Pharmacology: Amisulpride is a substituted benzamide atypical antipsychotic. It binds selectively with a high affinity to human dopaminergic D2 and D3 receptor subtypes while having no affinity for D1, D4 and D5 receptor subtypes. Unlike conventional and other atypical antipsychotics, amisulpride has no affinity for serotonin, α-adrenergic, histamine H1, and cholinergic receptors. It does not bind to sigma sites.
In animal studies, at high doses, amisulpride antagonizes postsynaptic dopamine D2 and D3 receptors, preferentially in the limbic system rather than those in the striatum, thereby reducing dopaminergic transmission. In addition, amisulpride does not induce catalepsy and does not produce D2 hypersensitivity after repeated treatment. At low doses, it enhances dopaminergic neurotransmission by preferentially blocking presynaptic D2/D3 dopamine receptors, producing dopamine release responsible for its disinhibitory effects.
This pharmacological profile explains the clinical efficacy of amisulpride against both negative and positive symptoms of schizophrenia.
Amisulpride's reduced tendency to produce extrapyramidal side effects may be related to its preferential limbic activity.
Pharmacokinetics: In humans, amisulpride shows two absorption peaks: One which is attained rapidly one hour post-dose and a second between 3 and 4 hours after oral administration. Corresponding plasma concentrations are 39±3 and 54±4 ng/mL after a 50 mg dose.
A high-carbohydrate low-fat meal significantly decreases the area under the drug curve (AUC), time to reach maximum concentration (Tmax) and maximum concentration (Cmax) of amisulpride, but no changes were seen after a high-fat meal. The significance of these findings in routine clinical use in not known.
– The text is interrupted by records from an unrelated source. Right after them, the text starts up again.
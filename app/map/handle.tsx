import L from 'leaflet'
import { type ReactNode, useEffect, useLayoutEffect, useRef, useState } from 'react'
import { createPortal } from 'react-dom'
import { useMap } from 'react-leaflet'
import type { LngLat } from '~/track/units'
import { toLatLng, toLngLat } from './to-leaflet'

interface HandleProps {
  at: LngLat
  /** What a screen reader says of it. */
  label: string
  selected?: boolean
  movable: boolean
  /** Higher lies on top. */
  layer: number
  className: string
  children: ReactNode
  onSelect?: (() => void) | undefined
  onDrag?: ((to: LngLat) => void) | undefined
  onDrop?: ((to: LngLat) => void) | undefined
  /** Steps of an arrow key: `forward` along the road (up), `left` across it. */
  onNudge?: ((steps: { forward: number; left: number }) => void) | undefined
}

const STEPS: Record<string, readonly [forward: number, left: number]> = {
  ArrowUp: [1, 0],
  ArrowDown: [-1, 0],
  ArrowLeft: [0, 1],
  ArrowRight: [0, -1],
}
/** Metres of one press with Shift held. */
const FAR = 10

/** Something on the map that can be pointed at, focused, dragged and pushed by arrow keys. */
export function Handle(props: HandleProps) {
  const { at, label, selected = false, movable, layer, className, children } = props
  const map = useMap()
  const latest = useRef(props)
  const [handle] = useState(() => makeHandle(at, className))
  useLayoutEffect(() => {
    latest.current = props
  })
  useLayoutEffect(() => {
    handle.marker.addTo(map)
    return () => {
      handle.marker.remove()
    }
  }, [handle, map])
  useLayoutEffect(() => {
    if (!handle.dragging) handle.marker.setLatLng(toLatLng(at))
  }, [handle, at])
  useLayoutEffect(() => {
    handle.marker.setZIndexOffset(layer)
    if (movable) handle.marker.dragging?.enable()
    else handle.marker.dragging?.disable()
  }, [handle, layer, movable])
  useLayoutEffect(() => {
    const element = handle.marker.getElement()
    element?.setAttribute('aria-label', label)
    element?.setAttribute('aria-pressed', String(selected))
  }, [handle, label, selected])
  useEffect(() => listen(handle, latest), [handle])
  return createPortal(children, handle.content)
}

interface Live {
  marker: L.Marker
  content: HTMLElement
  dragging: boolean
}

function makeHandle(at: LngLat, className: string): Live {
  const content = document.createElement('span')
  // The size is the style sheet's: larger under a finger.
  const icon = new L.DivIcon({ html: content, className: `map-handle ${className}`, iconSize: undefined })
  return { content, dragging: false, marker: new L.Marker(toLatLng(at), { icon, keyboard: true, draggable: true }) }
}

/** Passes what happens to the handle on to the props of the last render. */
function listen(handle: Live, latest: { readonly current: HandleProps }): () => void {
  const { marker } = handle
  const key = (event: KeyboardEvent) => {
    const { onSelect, onNudge, movable } = latest.current
    const step = STEPS[event.key]
    if (step && movable && onNudge) {
      const size = event.shiftKey ? FAR : 1
      onNudge({ forward: step[0] * size, left: step[1] * size })
    } else if (onSelect && (event.key === 'Enter' || event.key === ' ')) onSelect()
    else return
    // The map would pan, the page would scroll.
    event.preventDefault()
    event.stopPropagation()
  }
  marker.on({
    click: () => latest.current.onSelect?.(),
    dragstart: () => {
      handle.dragging = true
    },
    drag: () => latest.current.onDrag?.(toLngLat(marker.getLatLng())),
    dragend: () => {
      handle.dragging = false
      latest.current.onDrop?.(toLngLat(marker.getLatLng()))
    },
  })
  const element = marker.getElement()
  element?.addEventListener('keydown', key)
  return () => {
    marker.off()
    element?.removeEventListener('keydown', key)
  }
}
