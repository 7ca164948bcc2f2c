import { describe, expect, it } from 'vitest'
import { makeCentreline } from './centreline'
import { OUTLINE_PLACES, outlineOf } from './outline'
import type { Position } from './units'

/** A ring round a place in open sea, of as many positions as asked for. */
const ring = (positions: number) =>
  makeCentreline(
    Array.from({ length: positions }, (_, i): Position => {
      const angle = (i / positions) * 2 * Math.PI
      return [-31 + 0.013 * Math.cos(angle), 39 + 0.007 * Math.sin(angle)]
    }),
  )

const pairs = (outline: readonly number[]) =>
  Array.from({ length: outline.length / 2 }, (_, i) => [outline[2 * i]!, outline[2 * i + 1]!] as const)

describe('an outline', () => {
  it.each([9, 2400])('has the same number of places for a line of %i positions', (positions) => {
    expect(outlineOf(ring(positions))).toHaveLength(2 * OUTLINE_PLACES)
  })

  it('begins where the line begins, and each place is as far along from the one before', () => {
    const line = ring(3000)
    const places = pairs(outlineOf(line))
    expect(places[0]![0]).toBeCloseTo(line.x[0]!, 0)
    expect(places[0]![1]).toBeCloseTo(line.y[0]!, 0)
    const step = line.length / OUTLINE_PLACES
    for (const [i, [x, y]] of places.entries()) {
      const [nextX, nextY] = places[(i + 1) % places.length]!
      const apart = Math.hypot(nextX - x, nextY - y)
      expect(apart).toBeLessThan(step + 0.2)
      expect(apart).toBeGreaterThan(step - 0.7)
    }
  })

  it('is as wide and as high as its line', () => {
    const line = ring(3000)
    const places = pairs(outlineOf(line))
    const extent = (values: readonly number[]) => Math.max(...values) - Math.min(...values)
    expect(Math.abs(extent(places.map(([x]) => x)) - extent([...line.x]))).toBeLessThan(2)
    expect(Math.abs(extent(places.map(([, y]) => y)) - extent([...line.y]))).toBeLessThan(2)
  })
})
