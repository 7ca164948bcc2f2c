import L from 'leaflet'
import type { Plane, PlanePoint } from '~/track/plane'
import type { LngLat } from '~/track/units'

/** Leaflet's order is latitude, longitude: this is the one place that swaps. */
export const toLatLng = ([longitude, latitude]: LngLat): L.LatLng => new L.LatLng(latitude, longitude)
export const toLngLat = ({ lng, lat }: L.LatLng): LngLat => [lng, lat]

/** A plane point as Leaflet has it. */
export const planeToLatLng = (plane: Plane, point: PlanePoint): L.LatLng => toLatLng(plane.toLngLat(point))
export const latLngToPlane = (plane: Plane, latLng: L.LatLng): PlanePoint => plane.toPlane(toLngLat(latLng))

/**
 * The layout's own tangent plane as a reference system: at zoom z a metre is 2^z px, east is right, north is up. Drawings
 * in plane metres then lie on it exactly.
 */
export function planeCrs(plane: Plane): L.CRS {
  return L.Util.extend({}, L.CRS.Simple, {
    projection: {
      project: (latLng: L.LatLng) => {
        const { x, y } = latLngToPlane(plane, latLng)
        return new L.Point(x, y)
      },
      unproject: ({ x, y }: L.Point) => planeToLatLng(plane, { x, y }),
    },
    transformation: new L.Transformation(1, 0, -1, 0),
    distance: (a: L.LatLng, b: L.LatLng) => {
      const [p, q] = [latLngToPlane(plane, a), latLngToPlane(plane, b)]
      return Math.hypot(p.x - q.x, p.y - q.y)
    },
  })
}

/** Zoom at which a metre round a point is so many px, in any reference system. */
export function zoomFor(crs: L.CRS, plane: Plane, middle: PlanePoint, pxPerMetre: number): number {
  return Math.log2(pxPerMetre / scaleAt(crs, plane, middle, 0))
}

const SPAN = 100

/** px per metre round a point at a zoom. */
export function scaleAt(crs: L.CRS, plane: Plane, middle: PlanePoint, zoom: number): number {
  const from = crs.latLngToPoint(planeToLatLng(plane, middle), zoom)
  const to = crs.latLngToPoint(planeToLatLng(plane, { x: middle.x + SPAN, y: middle.y }), zoom)
  return from.distanceTo(to) / SPAN
}
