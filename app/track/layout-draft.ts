import { makeCentreline } from '~/track/centreline'
import { type ProposedCorner, proposeCornersInFrame } from '~/track/corners'
import { type ImportChoices, readOptions } from '~/track/import-choices'
import { type LayoutFrame, makeFrame } from '~/track/layout-frame'
import { type Layout, type LayoutReading, readLayout } from '~/track/read-layout'
import { type Along, type Degrees, type Metres, metres, type Station } from '~/track/units'

/** A proposed corner of a circuit on its way in. Stations are of the driving frame. */
export interface DraftCorner extends ProposedCorner {
  /** Names the corner as long as the line stays the same, whatever the start line and the direction. */
  readonly key: string
  /** Its place in the lap, counted from 1: the number to begin with. */
  readonly number: string
}

/** The corners that a line suggests, in driving order from its start line, numbered from 1. */
export function draftCorners(frame: LayoutFrame): DraftCorner[] {
  return proposeCornersInFrame(frame).map((corner, i) => ({
    ...corner,
    key: String(Math.round(frame.toAlong(corner.apex))),
    number: String(i + 1),
  }))
}

/** A corner as rows hold it: places along the drawn line, direction as drawn. */
export interface DrawnCorner {
  readonly direction: 'left' | 'right'
  readonly turnDegrees: Degrees
  readonly leastRadius: Metres
  readonly entry: Along
  readonly apex: Along
  readonly exit: Along
}

/** A corner of the driving frame as it lies on the drawn line: driven backwards, its exit comes first and left is right. */
export function asDrawn(corner: ProposedCorner, frame: LayoutFrame): DrawnCorner {
  const { reversed } = frame
  const opposite = corner.direction === 'left' ? 'right' : 'left'
  const place = (station: Station) => frame.toAlong(station)
  return {
    direction: reversed ? opposite : corner.direction,
    turnDegrees: corner.turnDegrees,
    leastRadius: corner.leastRadius,
    entry: place(reversed ? corner.exit : corner.entry),
    apex: place(corner.apex),
    exit: place(reversed ? corner.entry : corner.exit),
  }
}

/** The road's width as the file gives it, from edge to edge: the middle one of all its positions; null where it gives none. */
export function widthOf({ widths }: Pick<Layout, 'widths'>): Metres | null {
  const sums = (widths ?? []).map(({ left, right }) => left + right).filter((width) => width > 0)
  if (sums.length === 0) return null
  sums.sort((a, b) => a - b)
  return metres(sums[Math.floor(sums.length / 2)] ?? 0)
}

/** A circuit file read as its person chose: the reading, and where it holds a line the lap driven on it. */
export type LayoutDraft =
  | {
      readonly ok: true
      readonly reading: Extract<LayoutReading, { ok: true }>
      readonly frame: LayoutFrame
      readonly corners: DraftCorner[]
    }
  | { readonly ok: false; readonly reading: Extract<LayoutReading, { ok: false }> }

/** Reads a circuit file with the choices made so far. */
export function readDraft(bytes: Uint8Array, fileName: string, choices: ImportChoices): LayoutDraft {
  const reading = readLayout(bytes, fileName, readOptions(choices))
  if (!reading.ok) return { ok: false, reading }
  const frame = makeFrame(makeCentreline(reading.layout.positions), choices)
  return { ok: true, reading, frame, corners: draftCorners(frame) }
}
Amisulpride's volume of distribution is 5.8 L/kg. Plasma protein-binding is low (16%) and drug interactions due to displacement are unlikely. The absolute bioavailability of amisulpride is 48%.
Amisulpride is weakly metabolized: two inactive metabolites, accounting for approximately 4% of the dose, have been identified. There is no accumulation of amisulpride and its pharmacokinetics remains unchanged after the administration of repeated doses. Amisulpride is eliminated unchanged in the urine. Amisulpride's elimination half-life (t½) is approximately 12 hrs after an oral dose.
Amisulpride is very weakly dialyzed.
Special Population: Renal Insufficiency: The elimination t½ is unchanged in patients with renal insufficiency while systemic clearance is reduced by a factor of 2.5 to 3. The AUC of amisulpride increased two-fold in mild renal failure and almost tenfold in moderate renal failure. There are no data with doses greater than 50 mg.
Geriatric: Limited pharmacokinetic data in elderly patients (>65 years) showed that a 10 to 30% increase occurs in Cmax, t½, and AUC after a single oral 50 mg dose. No data are available after repeated dosing.